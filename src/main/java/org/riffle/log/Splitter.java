package org.riffle.log;

import java.io.IOException;
import java.io.UncheckedIOException;
import java.util.ArrayList;
import java.util.List;
import org.apache.commons.csv.CSVFormat;
import org.apache.commons.csv.CSVParser;
import org.apache.commons.csv.CSVRecord;

/**
 * The general way to split one logical line into fields, quotes and all: Apache Commons CSV (RFC 4180
 * quoting, a doubled quote inside a quoted field) for a single-character delimiter, and a small
 * quote-aware splitter for whitespace-aligned columns. Used for sniffing and for every line the byte
 * fast path leaves alone (lines with a quote character).
 *
 * <p>Stateless and thread-safe.
 */
final class Splitter {
    private static final CSVFormat[] FORMATS = {format(','), format(';'), format('\t'), format('|')};

    private Splitter() {
    }

    private static CSVFormat format(char d) {
        return CSVFormat.RFC4180.builder().setDelimiter(d).setQuote('"').setRecordSeparator("\n")
                .setIgnoreEmptyLines(false).get();
    }

    /** The fields of {@code line}; never empty (a blank line has one empty field). */
    static List<String> split(String line, char delimiter) {
        if (delimiter == Dialect.WHITESPACE) {
            return splitWhitespace(line);
        }
        if (line.indexOf('"') < 0) {
            // without a quote, RFC 4180 splitting is plain splitting on the delimiter; a parser per line
            // was most of the time of reading a small log (sniffing splits every head line five ways)
            return naive(line, delimiter);
        }
        CSVFormat f = FORMATS[",;\t|".indexOf(delimiter)];
        try (CSVParser p = CSVParser.parse(line, f)) {
            List<CSVRecord> records = p.getRecords();
            if (records.size() != 1) {
                return records.isEmpty() ? List.of("") : naive(line, delimiter);
            }
            List<String> out = new ArrayList<>(records.get(0).size());
            records.get(0).forEach(out::add);
            return out;
        } catch (IOException | UncheckedIOException | IllegalStateException e) {
            return naive(line, delimiter);
        }
    }

    /** Fields split on {@code delimiter} ignoring quotes (for lines whose quotes do not balance). */
    static List<String> naive(String line, char delimiter) {
        List<String> out = new ArrayList<>();
        int from = 0;
        for (int i = line.indexOf(delimiter); i >= 0; i = line.indexOf(delimiter, from)) {
            out.add(line.substring(from, i));
            from = i + 1;
        }
        out.add(line.substring(from));
        return out;
    }

    /** Fields separated by runs of spaces or tabs; double quotes group a field that holds spaces. */
    static List<String> splitWhitespace(String line) {
        List<String> out = new ArrayList<>();
        StringBuilder field = new StringBuilder();
        boolean inQuotes = false;
        boolean inField = false;
        for (int i = 0; i < line.length(); i++) {
            char c = line.charAt(i);
            if (inQuotes) {
                if (c == '"' && i + 1 < line.length() && line.charAt(i + 1) == '"') {
                    field.append('"');
                    i++;
                } else if (c == '"') {
                    inQuotes = false;
                } else {
                    field.append(c);
                }
            } else if (c == ' ' || c == '\t') {
                if (inField) {
                    add(out, field.toString());
                    field.setLength(0);
                    inField = false;
                }
            } else if (c == '"') {
                inQuotes = true;
                inField = true;
            } else {
                field.append(c);
                inField = true;
            }
        }
        if (inField) {
            add(out, field.toString());
        }
        if (out.isEmpty()) {
            out.add("");
        }
        return out;
    }

    /** Adds a field; a bracketed unit ({@code [mm/s]}, {@code (g)}) stays with the name before it. */
    private static void add(List<String> out, String f) {
        if (!out.isEmpty() && (f.startsWith("[") || f.startsWith("(")) && !out.get(out.size() - 1).isEmpty()) {
            out.set(out.size() - 1, out.get(out.size() - 1) + " " + f);
        } else {
            out.add(f);
        }
    }

    /**
     * The index in {@code line} where field {@code field} (0-based) begins, as {@link #split} counts
     * fields (a doubled quote inside quotes toggles twice, which changes nothing); -1 when there are
     * fewer fields. For whitespace-aligned columns a field begins at its first non-blank character.
     */
    static int fieldStart(String line, char delimiter, int field) {
        boolean ws = delimiter == Dialect.WHITESPACE;
        boolean inQuotes = false;
        int seen = ws ? -1 : 0;
        boolean inField = false;
        if (!ws && field == 0) {
            return 0;
        }
        for (int i = 0; i < line.length(); i++) {
            char c = line.charAt(i);
            if (c == '"') {
                inQuotes = !inQuotes;
            }
            if (inQuotes && c != '"') {
                continue;
            }
            if (ws) {
                boolean blank = !inQuotes && (c == ' ' || c == '\t');
                if (!blank && !inField && ++seen == field) {
                    return i;
                }
                inField = !blank;
            } else if (!inQuotes && c == delimiter && ++seen == field) {
                return i + 1;
            }
        }
        return -1;
    }

    /** Number of double quotes in {@code s}: odd means a quoted field continues on the next line. */
    static int quotes(CharSequence s) {
        if (s instanceof String str) {
            int n = 0;
            for (int i = str.indexOf('"'); i >= 0; i = str.indexOf('"', i + 1)) {
                n++;
            }
            return n;
        }
        int n = 0;
        for (int i = 0; i < s.length(); i++) {
            if (s.charAt(i) == '"') {
                n++;
            }
        }
        return n;
    }
}
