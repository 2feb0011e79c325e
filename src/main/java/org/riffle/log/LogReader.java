package org.riffle.log;

import java.io.FilterInputStream;
import java.io.IOException;
import java.io.InputStream;
import java.nio.file.Path;

/**
 * Reads a log file into a {@link Recording}. The entry point of the {@code log} package: opens the
 * file (or standard input for {@code -}), unpacks gzip (by its magic bytes), and hands WAV recordings
 * (a RIFF header) to the WAV reader and everything else to the delimited-text reader.
 *
 * <p>Stateless and thread-safe; each call reads its file once, in one streaming pass.
 */
public final class LogReader {
    private LogReader() {
    }

    /**
     * Reads {@code file} ({@code "-"} for standard input) as the options say, detecting the rest.
     *
     * @throws LogException when the file is missing, unreadable or not a log riffle can read
     */
    public static Recording read(Path file, ReadOptions options) throws LogException {
        if (file.toString().equals("-")) {
            return read(System.in, "-", options);
        }
        return read(Source.open(file), options, false);
    }

    /**
     * Reads a log from an open stream (standard input, a pipe); {@code name} names it in messages. The
     * stream is read to its end but not closed.
     *
     * @throws LogException when the data is not a log riffle can read
     */
    public static Recording read(InputStream in, String name, ReadOptions options) throws LogException {
        return read(Source.of(new NonClosing(in), name, -1), options, false);
    }

    /** Reads with every text line sent through the general (Commons CSV) path: for tests of the fast path. */
    static Recording readAllGeneral(Path file, ReadOptions options) throws LogException {
        return read(Source.open(file), options, true);
    }

    private static Recording read(Source src, ReadOptions options, boolean allGeneral) throws LogException {
        try (src) {
            byte[] magic = Source.peek(src.in, 4);
            if (magic.length == 4 && magic[0] == 'R' && magic[1] == 'I' && magic[2] == 'F' && magic[3] == 'F') {
                return WavReader.read(src, options);
            }
            return TextReader.read(src, options, allGeneral);
        } catch (IOException e) {
            throw new LogException(src.name, 0, 0, e instanceof Source.Damaged ? e.getMessage()
                    : "cannot read: " + e.getMessage());
        }
    }

    /** Keeps standard input open when the source is closed. */
    private static final class NonClosing extends FilterInputStream {
        NonClosing(InputStream in) {
            super(in);
        }

        @Override
        public void close() {
            // the caller owns the stream
        }
    }
}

######

*Task instructions:*
Within the material above, find every line containing the word "LogReader" and copy it.

*Reply:*
filename src/main/java/org/riffle/log/LogReader.java
public final class LogReader {
    private LogReader() {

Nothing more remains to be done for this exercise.